Ein ganz zentraler Aspekt, wenn es darum geht, Baltimores Passing Game schematisch besser zu machen, ist dieser: Die Ravens müssen ihre Passing und ihre Rushing Plays exzellent miteinander kombinieren; also ähnliche Formationen und Personnel Groupings spielen und dann auch die Play-Designs ähnlich aussehen lassen.
Während der ersten drei Starts von Jackson hatten die Ravens eine der höchsten Quoten was Multiple-TE-Sets angeht: 27 Prozent ihrer Snaps erfolgten mit zwei oder drei Tight Ends auf dem Feld. Das große Problem dabei aber? Baltimore warf deutlich zu selten insbesondere aus 12-Personnel und fokussierte sich stattdessen auch hieraus sehr stark auf den Run.
Variationen der Formation wie beim Touchdown zu Williams sah man häufiger. Mit einem Tight End im Backfield oder leicht versetzt, und daraus dann verschiedensten Plays.
Ob ein Zone Read, ein Inside Run, Play Action, einfache Pässe - wer in den nächsten Wochen die Ravens anschaut, wird diese Formation häufiger sehen und das wird die Ravens schwerer vorhersehbar machen.
Wenn es dann ans "normale" und vor allem das vertikale Passing Game geht, muss es eine hohe Priorität sein, Jackson möglichst klare Reads zu geben. Beim Touchdown vier Minuten vor dem Ende, der um ein Haar der Game Winner gewesen wäre, gelingt den Ravens genau das.
Kansas City spielt Outside Man Coverage (blau markiert) und hat einen tiefen Zone-Safety (rot). Die Ravens nutzen das für eine tiefe Rub Route, und je nachdem wohin sich der Safety orientiert und ob möglicherweise ein Cornerback seinen Receiver nicht durch das Chaos in der Mitte des Feldes verfolgen kann, weiß Jackson genau, wo er mit dem Ball hin muss.

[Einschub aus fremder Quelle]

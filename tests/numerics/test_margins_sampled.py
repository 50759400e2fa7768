"""Sampled loops: margins by the mapping, digits at fast sampling, and the dead time between controller and hold."""

from __future__ import annotations

import math

import numpy as np
import pytest
from open_loops import held, product, ratio, scaled, static

from linverify.core.outcome import Outcome
from linverify.numerics.bilinear import held_change
from linverify.numerics.delay_margin import sampled_delay_margin
from linverify.numerics.margins import margins
from linverify.numerics.transfer import Transfer

INTEGRATOR = ratio([1], [1, 0])


@pytest.mark.parametrize("gain", [0.01, 0.5, 1.5])
def test_held_integrator(gain: float) -> None:
    # L = a / (z - 1), a = k step: pole 1 - a; a < 2, met at half the sample rate; |L| = 1 at sin(w step / 2) = a / 2
    step = 0.1
    found = margins(ratio([gain], [1, -1], step=step))
    assert found.stable
    assert found.poles == pytest.approx([1 - gain])
    assert found.gain_up.value == pytest.approx(2 / gain, rel=1e-12)
    assert found.gain_up.frequency == pytest.approx(math.pi / step, rel=1e-12)
    crossover = 2 / step * math.asin(gain / 2)
    assert found.phase.frequency == pytest.approx(crossover, rel=1e-12)
    assert found.phase.value == pytest.approx(math.pi / 2 - crossover * step / 2, rel=1e-12)
    # S = (z - 1) / (z - 1 + a) is largest at z = -1
    assert found.sensitivity.value == pytest.approx(2 / (2 - gain), rel=1e-7)
    assert found.sensitivity.frequency == pytest.approx(math.pi / step, rel=1e-12)
    assert math.isnan(found.delay.value)


def test_unstable_pole_is_told_in_z() -> None:
    found = margins(ratio([2.5], [1, -1], step=0.1))
    assert found.unstable == (pytest.approx(-1.5),)
    assert margins(ratio([-0.5], [1, -1], step=0.1)).opposite_stable


def test_fast_sampling_keeps_the_digits() -> None:
    # three lags, and a resonance of damping 1e-6, sampled every 1e-6: as the continuous loop but for half a sample
    loop = ratio([3], product([1, 1], [1, 1], [1, 1]))
    found = margins(held(loop, 1e-6))
    assert found.gain_up.value == pytest.approx(8 / 3, rel=1e-5)
    assert math.degrees(found.phase.value) == pytest.approx(41.6903, abs=1e-4)
    zeta = 1e-6
    sharp = ratio([3e-6], [1, 2 * zeta, 1])
    slow, fast = margins(sharp), margins(held(sharp, 1e-6))
    assert [each.frequency for each in fast.crossovers] == pytest.approx(
        [each.frequency for each in slow.crossovers], rel=1e-9
    )
    assert fast.phase.value == pytest.approx(slow.phase.value, abs=1e-5)


def test_units_of_states_do_not_matter() -> None:
    loop = held(ratio(8.75 * np.array([4, 0.4, 1]), product([100, 1], [1, 0.22, 1], [0.01, 0.008, 1])), 0.01)
    one = margins(loop)
    other = margins(scaled(loop, np.array([1.0, 1e8, 1.0, 1e-8, 1e8])))
    for name in ("gain_up", "phase", "disk", "sensitivity", "complementary"):
        assert getattr(other, name).value == pytest.approx(getattr(one, name).value, rel=1e-8)


@pytest.mark.parametrize("size", [1e-9, 1.0, 1e9])
def test_pole_at_half_the_sample_rate_is_not_guessed_at(size: float) -> None:
    loop = scaled(ratio([0.1], product([1, 1], [1, -0.5]), step=1.0), np.array([1.0, size]))
    assert margins(loop).outcome is Outcome.UNVERIFIED


@pytest.mark.parametrize("size", [1e-9, 1e9])
def test_two_integrators_in_units_far_apart_have_no_pole_at_half_the_sample_rate(size: float) -> None:
    # nothing comes back from one integrator to the other, so balancing A alone leaves 1e9 beside 1 as it stands
    loop = held(ratio([1, 1], [1, 0, 0]), 0.05)
    one, other = margins(loop), margins(scaled(loop, np.array([1.0, size])))
    assert one.outcome is other.outcome is Outcome.DONE
    for name in ("gain_up", "phase", "disk", "sensitivity", "complementary"):
        assert getattr(other, name).value == pytest.approx(getattr(one, name).value, rel=1e-9)


def test_held_change_keeps_small_differences() -> None:
    A, B = np.array([[-1e-3, 1.0], [0.0, -2e-3]]), np.array([[0.0], [1.0]])
    F, G = held_change(A, B, 1e-8)
    assert F[0, 0] == pytest.approx(math.expm1(-1e-11), rel=1e-14)
    assert G[1, 0] == pytest.approx(math.expm1(-2e-11) / -2e-3, rel=1e-14)


@pytest.mark.parametrize("gain", [1.05, 1.5, 1.9])
def test_delay_within_a_sample(gain: float) -> None:
    # z^2 - (1 - a (1 - m)) z + a m: the product of the poles reaches one at m = 1 / a
    found = sampled_delay_margin(INTEGRATOR, static(gain / 0.1, step=0.1))
    assert found.value == pytest.approx(0.1 / gain, rel=1e-10)
    assert found.frequency == pytest.approx(math.acos(0.5 * (2 - gain)) / 0.1, rel=1e-9)
    assert found.error < 1e-8


def test_delay_of_many_samples_tends_to_that_of_the_continuous_loop() -> None:
    # k / s bears pi / (2 k); the hold has used half a sample of it
    for step in (1e-1, 1e-2, 1e-3):
        found = sampled_delay_margin(INTEGRATOR, static(1.0, step=step))
        assert found.value == pytest.approx(0.5 * math.pi - 0.5 * step, abs=step**2)


def test_declared_delay_is_taken_off() -> None:
    whole = sampled_delay_margin(INTEGRATOR, static(1.0, step=0.25)).value
    for declared in (0.1, 0.25, 0.6):
        left = sampled_delay_margin(INTEGRATOR, static(1.0, step=0.25), declared).value
        assert left == pytest.approx(whole - declared, rel=1e-9)


def test_small_gain_bears_any_delay() -> None:
    assert math.isinf(sampled_delay_margin(ratio([1], [1, 1]), static(0.9, step=0.1)).value)


@pytest.mark.parametrize("step", [0.02, 0.3, 1.0])
@pytest.mark.parametrize("name", ["lags", "resonance", "fast"])
def test_first_loss_by_poles(name: str, step: float) -> None:
    plant = {
        "lags": ratio([2], product([1, 1], [0.5, 1])),
        "resonance": ratio([0.15], [1, 0.15, 1]),
        "fast": ratio([0.8], product([1, 1], [0.004, 0.06, 1])),
    }[name]
    controller = ratio([0.7, -0.3], [1, -0.6], step=step)
    assert _stable(plant, controller, 0.0)
    found = sampled_delay_margin(plant, controller)
    if math.isinf(found.value):
        assert all(_stable(plant, controller, delay) for delay in np.linspace(0, 12 * step, 200))
        return
    assert all(_stable(plant, controller, delay) for delay in np.linspace(0, found.value * (1 - 1e-7), 150))
    assert not _stable(plant, controller, found.value * (1 + 1e-7))


def _stable(plant: Transfer, controller: Transfer, delay: float) -> bool:
    """By the poles of the difference equation with all commands under way as states, written out step by step."""
    step = controller.step
    assert step is not None
    whole = math.floor(delay / step * (1 + 1e-12))
    rest = max(0.0, delay - whole * step)
    F1, G1 = held_change(plant.A, plant.B, rest)
    F2, G2 = held_change(plant.A, plant.B, step - rest)
    n, q = len(plant.A), len(controller.A)
    size = n + q + whole + 1

    def onward(state: np.ndarray) -> np.ndarray:
        x, k, way = state[:n], state[n : n + q], state[n + q :]  # way: the command that acts, then those under way
        e = -plant.C @ x
        u = controller.C @ k + controller.D @ e
        queue = np.concatenate([way, u])
        first = x + F1 @ x + G1[:, 0] * queue[0]
        then = first + F2 @ first + G2[:, 0] * queue[1]
        return np.concatenate([then, controller.A @ k + controller.B @ e, queue[1:]])

    matrix = np.column_stack([onward(column) for column in np.eye(size)])
    return bool(np.abs(np.linalg.eigvals(matrix)).max() < 1.0)


def test_wrong_parts_are_refused() -> None:
    with pytest.raises(ValueError, match="a continuous plant"):
        sampled_delay_margin(INTEGRATOR, static(1.0))


def test_feedthrough_of_the_plant_loses_stability_at_an_instant() -> None:
    # y sees the held command itself, later by one sample as soon as the delay reaches a whole one
    plant = Transfer(np.array([[-1.0]]), np.array([[1.0]]), np.array([[1.0]]), np.array([[0.75]]))
    found = sampled_delay_margin(plant, static(0.6, step=0.1))
    assert math.isnan(found.frequency) or found.error < 1e-8
    for delay in np.linspace(0.0, min(found.value, 3.0) * (1 - 1e-9), 60):
        assert _stable_with_feedthrough(0.75, 0.6, float(delay))


def _stable_with_feedthrough(d: float, gain: float, delay: float) -> bool:
    """x' = -x + u, y = x + d u, u = -gain y read before each instant; commands under way as states."""
    step = 0.1
    whole = math.floor(delay / step * (1 + 1e-12))
    rest = max(0.0, delay - whole * step)
    size = whole + 2  # x, the command that acts, those under way

    def onward(state: np.ndarray) -> np.ndarray:
        x, way = state[0], state[1:]
        queue = np.append(way, -gain * (x + d * way[0]))
        for time, u in ((rest, queue[0]), (step - rest, queue[1])):
            x = x * math.exp(-time) + (1 - math.exp(-time)) * u
        return np.concatenate([[x], queue[1:]])

    matrix = np.column_stack([onward(column) for column in np.eye(size)])
    return bool(np.abs(np.linalg.eigvals(matrix)).max() < 1.0)
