"""Strict arithmetic: what is not finite must be meant, never slip in."""

from __future__ import annotations

from collections.abc import Iterator

import numpy as np
import pytest


@pytest.fixture(autouse=True)
def _strict_arithmetic() -> Iterator[None]:
    with np.errstate(divide="raise", over="raise", invalid="raise"):
        yield
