"""More than one equilibrium: the one that `start` means, or none; families; roots that only look like a family."""

from __future__ import annotations

import numpy as np
import pytest
from trimming import plant_of, trimmed, values

from linverify.core.outcome import Outcome


def _two(t, x, u, p):
    return (x - 2.0) * (x + 3.0)


@pytest.mark.parametrize("start, chosen, other", [(1.0, 2.0, -3.0), (-1.0, -3.0, 2.0), (40.0, 2.0, -3.0)])
def test_the_equilibrium_nearest_the_start_is_chosen_and_the_other_listed(start, chosen, other):
    result = trimmed(plant_of(_two, "x"), "x", start={"x": start})
    np.testing.assert_allclose(values(result), [chosen], rtol=1e-13)
    np.testing.assert_allclose([point.x[0] for point in result.others], [other], rtol=1e-13)
    assert result.notes == (f"other equilibria: (1) x = {other:g}",)


def test_near_is_measured_in_nominal_sizes():
    def four(t, x, u, p):
        return np.stack([x[0] ** 2 - 1.0, x[1] - 100.0 * x[0]])  # (1, 100) and (-1, -100)

    start = {"a": 0.9, "b": -60.0}
    plant = plant_of(four, "a b")
    assert values(trimmed(plant, "a b", start=start, nominal={"a": 0.01}))[0] == pytest.approx(1.0)
    assert values(trimmed(plant, "a b", start=start, nominal={"a": 100.0}))[0] == pytest.approx(-1.0)


def test_without_start_several_equilibria_are_listed_and_none_is_taken():
    result = trimmed(plant_of(_two, "x"), "x")
    assert (result.outcome, result.point) == (Outcome.SEVERAL_TRIMS, None)
    assert sorted(round(float(point.x[0]), 9) for point in result.others) == [-3.0, 2.0]
    assert result.message.startswith(
        "2 equilibria lie inside the envelope and no `start` says which one is meant: (1) "
    )


def test_a_start_just_between_two_equilibria_does_not_say_which_one_is_meant():
    result = trimmed(plant_of(_two, "x"), "x", start={"x": -0.5})
    assert result.outcome is Outcome.SEVERAL_TRIMS
    assert "`start` is as near to one as to another" in result.message


def test_a_start_that_speaks_of_other_unknowns_does_not_choose():
    plant = plant_of(lambda t, x, u, p: np.stack([x[0] ** 2 - 1.0, x[1] - 5.0]), "a b")
    assert trimmed(plant, "a b", start={"b": 4.0}).outcome is Outcome.SEVERAL_TRIMS
    assert trimmed(plant, "a b", start={"a": 0.5}).outcome is Outcome.DONE


def test_without_start_a_single_equilibrium_is_taken():
    result = trimmed(plant_of(_two, "x"), "x", limits={"x": (0.0, 50.0)})
    np.testing.assert_allclose(values(result), [2.0], rtol=1e-13)


def test_all_equilibria_of_a_product_are_found():
    mixing = np.array([[1.0, 0.4], [-0.3, 0.8]])

    def four(t, x, u, p):
        z = mixing @ x
        return np.stack([(z[0] - 1.0) * (z[0] + 0.5), (z[1] - 0.7) * (z[1] + 1.1)])

    result = trimmed(plant_of(four, "a b"), "a b", limits={"a": (-4, 4), "b": (-4, 4)}, start={"a": 1.0, "b": 0.0})
    expected = [np.linalg.solve(mixing, [first, second]) for first in (1.0, -0.5) for second in (0.7, -1.1)]
    found = sorted([tuple(np.round(point.x, 9)) for point in (result.point, *result.others)])
    assert found == sorted(tuple(np.round(point, 9)) for point in expected)
    nearest = min(expected, key=lambda point: np.linalg.norm(point - [1.0, 0.0]))
    np.testing.assert_allclose(values(result), nearest, rtol=1e-12)


@pytest.mark.parametrize("limit", [35.0, 55.0, 105.0])
def test_equilibria_that_repeat_are_no_family(limit):
    # sixteen turns apart, seventeen even samples between two of them are equilibria all
    result = trimmed(plant_of(lambda t, x, u, p: np.sin(x), "x"), "x", limits={"x": (-limit, limit)}, start={"x": 0.1})
    assert result.outcome is Outcome.DONE
    np.testing.assert_allclose(values(result), [0.0], atol=1e-12)


@pytest.mark.parametrize("gap", [1e-2, 1e-3, 3e-4])
def test_equilibria_close_to_each_other_are_two(gap):
    plant = plant_of(lambda t, x, u, p: (x - 1.0) * (x - 1.0 - gap), "x")
    assert trimmed(plant, "x", accuracy=1e-12).outcome is Outcome.SEVERAL_TRIMS


@pytest.mark.parametrize("power", [2, 3, 4, 5])
@pytest.mark.parametrize("centre", [0.0, 1.0])
def test_an_isolated_root_of_higher_order_is_one_equilibrium_and_no_family(power, centre):
    result = trimmed(plant_of(lambda t, x, u, p: -((x - centre) ** power), "x"), "x")
    assert result.outcome is Outcome.DONE
    assert values(result)[0] == pytest.approx(centre, abs=1e-3)


def test_a_higher_order_root_in_one_direction_of_several_is_no_family():
    def dynamics(t, x, u, p):
        return np.stack([-((x[0] - x[1]) ** 3), -(x[0] + x[1] - 2.0)])

    result = trimmed(plant_of(dynamics, "a b"), "a b")
    assert result.outcome is Outcome.DONE
    np.testing.assert_allclose(values(result), [1.0, 1.0], atol=1e-3)


def test_a_state_that_no_equation_knows_is_a_family_and_is_named():
    def rolling(t, x, u, p):
        return np.stack([x[1], u[0] - x[1]])

    result = trimmed(plant_of(rolling, "position speed", "force"), "position speed", hold={"force": 0.0})
    assert (result.outcome, result.free_names) == (Outcome.FAMILY, ("position",))
    assert result.message == (
        "the equilibria form a family in which position may change (2 unknowns, 2 equations), "
        "for example at position = 0, speed = 0; add a hold or `minimize`"
    )


def test_more_unknowns_than_equations_are_a_family_and_the_unknowns_in_it_are_named():
    def dynamics(t, x, u, p):
        return np.stack([u[0] + u[1] - x[0], -x[1] + 3.0])

    result = trimmed(plant_of(dynamics, "a b", "u v"), "b u v", hold={"a": 1.0})
    assert (result.outcome, result.free_names) == (Outcome.FAMILY, ("u", "v"))


def test_a_curved_family_is_followed_round_its_bends():
    def circle(t, x, u, p):
        return np.stack([x[0] ** 2 + x[1] ** 2 - 0.04, 0.0 * x[0]])

    result = trimmed(plant_of(circle, "a b"), "a b", limits={"a": (-1, 1), "b": (-1, 1)})
    assert (result.outcome, result.free_names) == (Outcome.FAMILY, ("a", "b"))


def test_a_family_between_close_bounds_is_still_a_family():
    plant = plant_of(lambda t, x, u, p: np.stack([-x[1], -x[1]]), "a b")
    assert trimmed(plant, "a b", limits={"a": (0.0, 0.02)}).outcome is Outcome.FAMILY


def _family_and_point(t, x, u, p):
    # b = 0 with any a, and the single equilibrium (3, 4)
    return np.stack([x[1] * (x[0] - 3.0), x[1] * (x[1] - 4.0)])


def test_an_isolated_equilibrium_nearer_the_start_than_a_family_is_chosen():
    result = trimmed(plant_of(_family_and_point, "a b"), "a b", start={"a": 3.0, "b": 3.5})
    np.testing.assert_allclose(values(result), [3.0, 4.0], rtol=1e-12)


def test_a_family_that_passes_nearer_the_start_than_the_isolated_equilibrium_is_told():
    result = trimmed(plant_of(_family_and_point, "a b"), "a b", start={"a": 3.0, "b": 1.0})
    assert (result.outcome, result.free_names) == (Outcome.FAMILY, ("a",))


def test_without_start_a_family_anywhere_is_told():
    assert trimmed(plant_of(_family_and_point, "a b"), "a b").outcome is Outcome.FAMILY


def test_a_weak_but_true_influence_is_no_family():
    # an integrator with a time constant of a hundred days among seconds
    plant = plant_of(lambda t, x, u, p: np.stack([-1e-7 * (x[0] - 3.0), 50.0 * (x[0] - x[1])]), "slow fast")
    result = trimmed(plant, "slow fast", accuracy=1e-12)
    np.testing.assert_allclose(values(result), [3.0, 3.0], rtol=1e-6)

Und das Fazit? Baltimore ist ein unorthodoxes Team, auf beiden Seiten des Balls. Die Defense gehört zum Aggressivsten, was die Liga zu bieten hat; während die Offense in Zeiten der Passing-Game-Explosion damit punktet, Gegnern über das Run Game weh zu tun und so vieles, was die Ravens ansonsten machen, auf den Run Konzepten aufbaut.
Das ist eine spannende weil andere Formel. Es ist aber auch ein Musterbeispiel dafür, wie ein Team sein Scheme an die Qualitäten der eigenen Spieler anpasst.
Der Auftritt der Ravens in KC war der eines Playoff-Teams, Baltimore gehört in die Postseason. Und dort wären die Ravens einer der unangenehmsten Gegner, mit dem es eines der Top-Teams zu tun bekommen könnte.